I’m a big Kitty Norville fan: she’s witty and brave and the books have serious content, delivered with a light touch. Normally I’m cheering for Kitty to win the day and sad that there are no more pages left to read. Yet with “Kitty And The Dead Man’s Hand”, I found myself going “Is that it?” and “What was Kitty thinking”.
The story seemed promising enough: Kitty and Ben, already mated for life as an Alpha pair in a werewolf pack, decide to make things official in the human world and get married. To avoid the fuss of a big wedding, Kitty decides to get married in Vegas and her boss uses this as an opportunity to get her to do her radio show live on TV. He also books Kitty and Ben into a hotel that is running a gun show, complete with silver bullet carrying bounty hunter. Add in a magician who reads H P Lovecraft, a Vampire Master only interested in partying and a bizarre tribe of werecats and it should have been quite a ride.

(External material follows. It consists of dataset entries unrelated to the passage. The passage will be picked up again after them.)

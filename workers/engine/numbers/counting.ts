import { gammaln } from 'simple-statistics';

/** ln(n!), exact to rounding. */
export function logFactorial(n: number): number {
  return n < 2 ? 0 : gammaln(n + 1);
}

/** ln of the number of ways to choose k of n; minus infinity where there is none. */
export function logChoose(n: number, k: number): number {
  if (k < 0 || k > n) return -Infinity;
  return logFactorial(n) - logFactorial(k) - logFactorial(n - k);
}
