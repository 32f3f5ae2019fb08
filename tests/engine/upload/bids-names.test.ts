import { describe, expect, it } from 'vitest';
import { fit, kindOf, participantIn } from '$lib/model/bids-names';

describe('what a dropped file is for', () => {
  it.each([
    ['sub-01_task-rest_eeg.edf', 'recording'],
    ['REST.EDF', 'recording'],
    ['sub-01_task-rest_events.tsv', 'events'],
    ['events.tsv', 'events'],
    ['rest.channels.tsv', 'channels'],
    ['sub-01_space-CapTrak_electrodes.tsv', 'electrodes'],
    ['participants.tsv', 'participants'],
    ['nonevents.tsv', 'unknown'],
    ['notes.txt', 'unknown'],
  ])('%s: %s', (name, kind) => {
    expect(kindOf(name)).toBe(kind);
  });

  it.each([
    ['sub-03_task-rest_eeg.edf', '03'],
    ['sub-P07.edf', 'P07'],
    ['ses-1_sub-x9_eeg.edf', 'x9'],
    ['subject-3.edf', null],
    ['rest.edf', null],
  ])('the participant in %s is %s', (name, code) => {
    expect(participantIn(name)).toBe(code);
  });
});

// The inheritance principle of BIDS (1.11.1, common principles): a sidecar applies to every file
// that has all of its entities.
describe('whether a sidecar fits a recording', () => {
  const recording = 'sub-01_ses-2_task-rest_eeg.edf';
  it.each([
    ['sub-01_ses-2_task-rest_events.tsv', Infinity],
    ['sub-01_task-rest_events.tsv', 2],
    ['task-rest_events.tsv', 1],
    ['sub-01_space-CapTrak_electrodes.tsv', 1],
    ['sub-02_ses-2_task-rest_events.tsv', null],
    ['sub-01_ses-2_task-tap_events.tsv', null],
    ['sub-01_ses-2_task-rest_run-1_events.tsv', null],
    ['events.tsv', null],
  ])('%s: %s', (sidecar, expected) => {
    expect(fit(sidecar, recording)).toBe(expected);
  });

  it('outside BIDS only the same stem fits', () => {
    expect(fit('P02 tapping_events.tsv', 'P02 tapping.edf')).toBe(Infinity);
    expect(fit('P02_events.tsv', 'P02 tapping.edf')).toBeNull();
  });
});
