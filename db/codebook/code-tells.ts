import type { CodeTells } from '@/lib/model/code-table'
import { AIR_STORIES } from './code-stories-air'
import { ENGINE_STORIES } from './code-stories-engine'
import type { Story } from './code-story'

/**
 * What codes tell that name a condition: a misfire, a mixture, a temperature. Figures are guesses from common
 * practice, no source: of 100 machines that log codes and have this fault and no other, how many set such a code.
 * Most of them stay low, as small machines watch few conditions. Faults of the circuit a code names keep the figure
 * of its failure kind unless they stand here.
 */
export const STORIES: readonly Story[] = [...AIR_STORIES, ...ENGINE_STORIES]

/** The story of a P-code; null where it tells none. */
export function pcodeTells(code: string): CodeTells | null {
  const story = STORIES.find(({ pcodes }) => pcodes.includes(code))
  return story === undefined ? null : { ...tellsOf(story), fmis: null }
}

/** The story of an SPN with the kinds it holds for; null where it tells none. */
export function spnTells(spn: number): CodeTells | null {
  const story = STORIES.find(({ spns }) => spns.includes(spn))
  return story === undefined ? null : { ...tellsOf(story), fmis: story.fmis && [...story.fmis] }
}

const tellsOf = ({ id, of100, otherwise }: Story) => ({ id, of100: { ...of100 }, otherwise })
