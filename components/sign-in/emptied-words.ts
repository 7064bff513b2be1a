/**
 * Said on a phone that the shop took out, once the store of the person at work was handed over and deleted
 * (Q4). Stores of others who used it are not touched by that.
 */
export const EMPTIED_WORDS =
  'The shop took this phone out. Everything on it of the person who was signed in was handed over to the owner, then deleted here. To use it again, sign in.'
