import type { WordItem } from '@/lib/model/code-book'
import { type WordRow, words } from './words'

const SYSTEMS: readonly WordRow[] = [['startSystem', 'Starter and interlocks']]

const CIRCUITS: readonly WordRow[] = [
  ['starterCircuit', 'Starter, its relay and button'],
  ['interlockSwitch', 'Brake, clutch, neutral or seat switch'],
]

const PARTS: readonly WordRow[] = [
  ['interlockUnit', 'Brake, clutch, neutral or seat switch'],
  ['starterRelayUnit', 'Starter relay'],
  ['startButtonUnit', 'Start button'],
  ['starterMotorUnit', 'Starter motor'],
  ['starterClutchSet', 'Starter clutch or drive gear'],
]

const TOOLS: readonly WordRow[] = [
  ['jumpCables', 'Jump cables'],
  ['batteryLoader', 'Battery load tester'],
  ['heavyLead', 'Short battery cable with clamps'],
  ['milliMeter', 'Pocket meter with a 10 A and a mA range'],
]

/** Words of starter and power the earlier chapters have not. */
export const START_WORDS: WordItem[] = [
  ...words('system', SYSTEMS),
  ...words('circuit', CIRCUITS),
  ...words('part', PARTS),
  ...words('tool', TOOLS),
]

Instead, I found it unsatisfying.
I’ve been to Vegas a few times, I even renewed my wedding vows there, and I thought Carrie Vaughn caught the atmosphere of the place well, so that wasn’t the problem.
I think the problem was Kitty. She’s on her own for most of the book for various reasons, even though she brought Ben and her mother and father to Vegas with her. She stumbles around getting into trouble and mostly waiting for someone else to get her out of it. She gives little thought to her family and only a little more to Ben. Her relationship with the BDSM-loving werecats didn’t convince me. The way two of bounty hunters reacted to her was also hard to swallow. The marriage, when it did finally occur, seemed crass and narcissitically self-indulgent.
Maybe I just wasn’t in the mood, or maybe I didn’t get the appeal of all those bare-chested young men, but I just couldn’t settle in to this book. In every other book, Kitty has grown and developed. In this book, she seems to take a holiday from herself.
Oh, and I still don’t have a clue what the title means.
Anyway, I hope I get the real Kitty back in book six.